▶ **TASK OBJECTIVE**: Each line from the line containing "<SheetDrawing />" through the last line of the entries is to be reproduced exactly as it stands.

----------------

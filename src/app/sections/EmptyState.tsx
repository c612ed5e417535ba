/** What the page says while nothing is loaded: what it takes, and what it needs. */
export function EmptyState({
  onFiles,
  onFolder,
  onDemo,
}: {
  onFiles: () => void;
  onFolder: () => void;
  onDemo: () => void;
}) {
  return (
    <div className="row empty">
      <div />
      <div>
        <h1 className="empty-title">Drop the velocity records of one or more cases.</h1>
        <p className="empty-lead">
          Comma, semicolon, tab or blanks between columns, with or without a heading. Columns, units and
          positions are recognised; what is not is asked. A folder is a case.
        </p>
        <div className="empty-actions">
          <button type="button" className="key first" onClick={onFiles}>
            Choose files
          </button>
          <button type="button" className="key" onClick={onFolder}>
            Choose a folder
          </button>
          <button type="button" className="key" onClick={onDemo}>
            Open the demo
          </button>
          <span>a duct with a perforated screen and its simulations, invented</span>
        </div>
        <LayoutList />
      </div>
      <div className="notes empty-notes">
        <h3>Your files stay on this machine</h3>
        <p>They are read here, and the page asks nothing of any other server.</p>
        <h3>What a case needs</h3>
        <p>Four stations for a law with a free origin; a viscosity for what depends on it.</p>
        <h3>With a case sheet</h3>
        <p>
          A sheet in the drop names its files and carries the choices; this page saves one that the batch
          command takes as well.
        </p>
      </div>
    </div>
  );
}

function LayoutList() {
  return (
    <div className="layouts">
      <section>
        <SeriesDrawing />
        <h2>Probe time series</h2>
        <p>
          One file for each station, or one table with an <i className="sym">x</i> column.
        </p>
        <span className="well">t,u,v,w</span>
      </section>
      <section>
        <ProfileDrawing />
        <h2>A profile already reduced</h2>
        <p>Mean speed and stresses, rms values, or one decaying quantity.</p>
        <span className="well">x,U,uu,vv,ww</span>
      </section>
      <section>
        <SheetDrawing />
        <h2>A case sheet with its records</h2>
        <p>Viscosity, reference length, columns, fit: all that was decided, to be read again.</p>
        <span className="well">case.json</span>
      </section>
    </div>
  );
}

const arrow = <path d="M0 66H28M22 62.5L28 66L22 69.5" strokeWidth="0.9" />;

function SeriesDrawing() {
  // a fixed path: drawn once by hand, so that the page looks alike at every visit
  const trace =
    "M62 38l4-7 3 9 4-13 4 16 3-5 4 8 4-12 4 6 3-9 4 13 4 3 4-15 4 7 3 8 4-6 4-4 4 12 3-17 4 9 4 5 4-11 3 15 4-8 4-5 4 10 3-4 4 7 4-14 4 9 3-6 4 9 4-3 4-8 3 11 4-5 4 4 4-7 3 8 4-3 4-5 4 6 3-2 4 4 4-6 4 3";
  return (
    <svg viewBox="0 0 263 76" aria-hidden="true">
      {arrow}
      <circle className="dot" cx="44" cy="38" r="4" />
      <path d={trace} strokeWidth="1.2" strokeLinejoin="round" />
    </svg>
  );
}

/** Points of a law with n = 1.25, drawn with bars that shrink downstream. */
const points = Array.from({ length: 12 }, (_, i) => {
  const x = 52 + i * 18;
  return { x, y: 66 - 150 * (1.6 + i) ** -1.25, bar: 7 / (1 + 0.5 * i) };
});

function ProfileDrawing() {
  return (
    <svg viewBox="0 0 263 76" aria-hidden="true">
      {arrow}
      {points.map(({ x, y, bar }) => (
        <g key={x}>
          <path d={`M${x} ${y - bar}V${y + bar}`} strokeWidth="1.1" />
          <circle className="dot" cx={x} cy={y} r="3" />
        </g>
      ))}
    </svg>
  );
}

function SheetDrawing() {
  return (
    <svg viewBox="0 0 263 76" aria-hidden="true">
      {arrow}
      <path d="M52 8H88L98 18V66H52ZM88 8V18H98M60 28H90M60 36H84M60 44H90M60 52H76" strokeWidth="1.1" />
      {[0, 1, 2, 3, 4].map((i) => (
        <path key={i} d={`M${122 + i * 26} ${24 + i * 2.6}V${52 - i * 2.6}`} strokeWidth="3.2" />
      ))}
      <path d="M106 22C150 30 190 33 250 34M106 54C150 46 190 43 250 42" strokeWidth="0.9" />
    </svg>
  );
}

----------------

▶ **OUTPUT OF THE EXERCISE**:
        <SheetDrawing />
        <h2>A case sheet with its records</h2>
        <p>Viscosity, reference length, columns, fit: all that was decided, to be read again.</p>
        <span className="well">case.json</span>
      </section>
    </div>
  );
}

const arrow = <path d="M0 66H28M22 62.5L28 66L22 69.5" strokeWidth="0.9" />;

function SeriesDrawing() {
  // a fixed path: drawn once by hand, so that the page looks alike at every visit
  const trace =
    "M62 38l4-7 3 9 4-13 4 16 3-5 4 8 4-12 4 6 3-9 4 13 4 3 4-15 4 7 3 8 4-6 4-4 4 12 3-17 4 9 4 5 4-11 3 15 4-8 4-5 4 10 3-4 4 7 4-14 4 9 3-6 4 9 4-3 4-8 3 11 4-5 4 4 4-7 3 8 4-3 4-5 4 6 3-2 4 4 4-6 4 3";
  return (
    <svg viewBox="0 0 263 76" aria-hidden="true">
      {arrow}
      <circle className="dot" cx="44" cy="38" r="4" />
      <path d={trace} strokeWidth="1.2" strokeLinejoin="round" />
    </svg>
  );
}

/** Points of a law with n = 1.25, drawn with bars that shrink downstream. */
const points = Array.from({ length: 12 }, (_, i) => {
  const x = 52 + i * 18;
  return { x, y: 66 - 150 * (1.6 + i) ** -1.25, bar: 7 / (1 + 0.5 * i) };
});

function ProfileDrawing() {
  return (
    <svg viewBox="0 0 263 76" aria-hidden="true">
      {arrow}
      {points.map(({ x, y, bar }) => (
        <g key={x}>
          <path d={`M${x} ${y - bar}V${y + bar}`} strokeWidth="1.1" />
          <circle className="dot" cx={x} cy={y} r="3" />
        </g>
      ))}
    </svg>
  );
}

function SheetDrawing() {
  return (
    <svg viewBox="0 0 263 76" aria-hidden="true">
      {arrow}
      <path d="M52 8H88L98 18V66H52ZM88 8V18H98M60 28H90M60 36H84M60 44H90M60 52H76" strokeWidth="1.1" />
      {[0, 1, 2, 3, 4].map((i) => (
        <path key={i} d={`M${122 + i * 26} ${24 + i * 2.6}V${52 - i * 2.6}`} strokeWidth="3.2" />
      ))}
      <path d="M106 22C150 30 190 33 250 34M106 54C150 46 190 43 250 42" strokeWidth="0.9" />
    </svg>
  );
}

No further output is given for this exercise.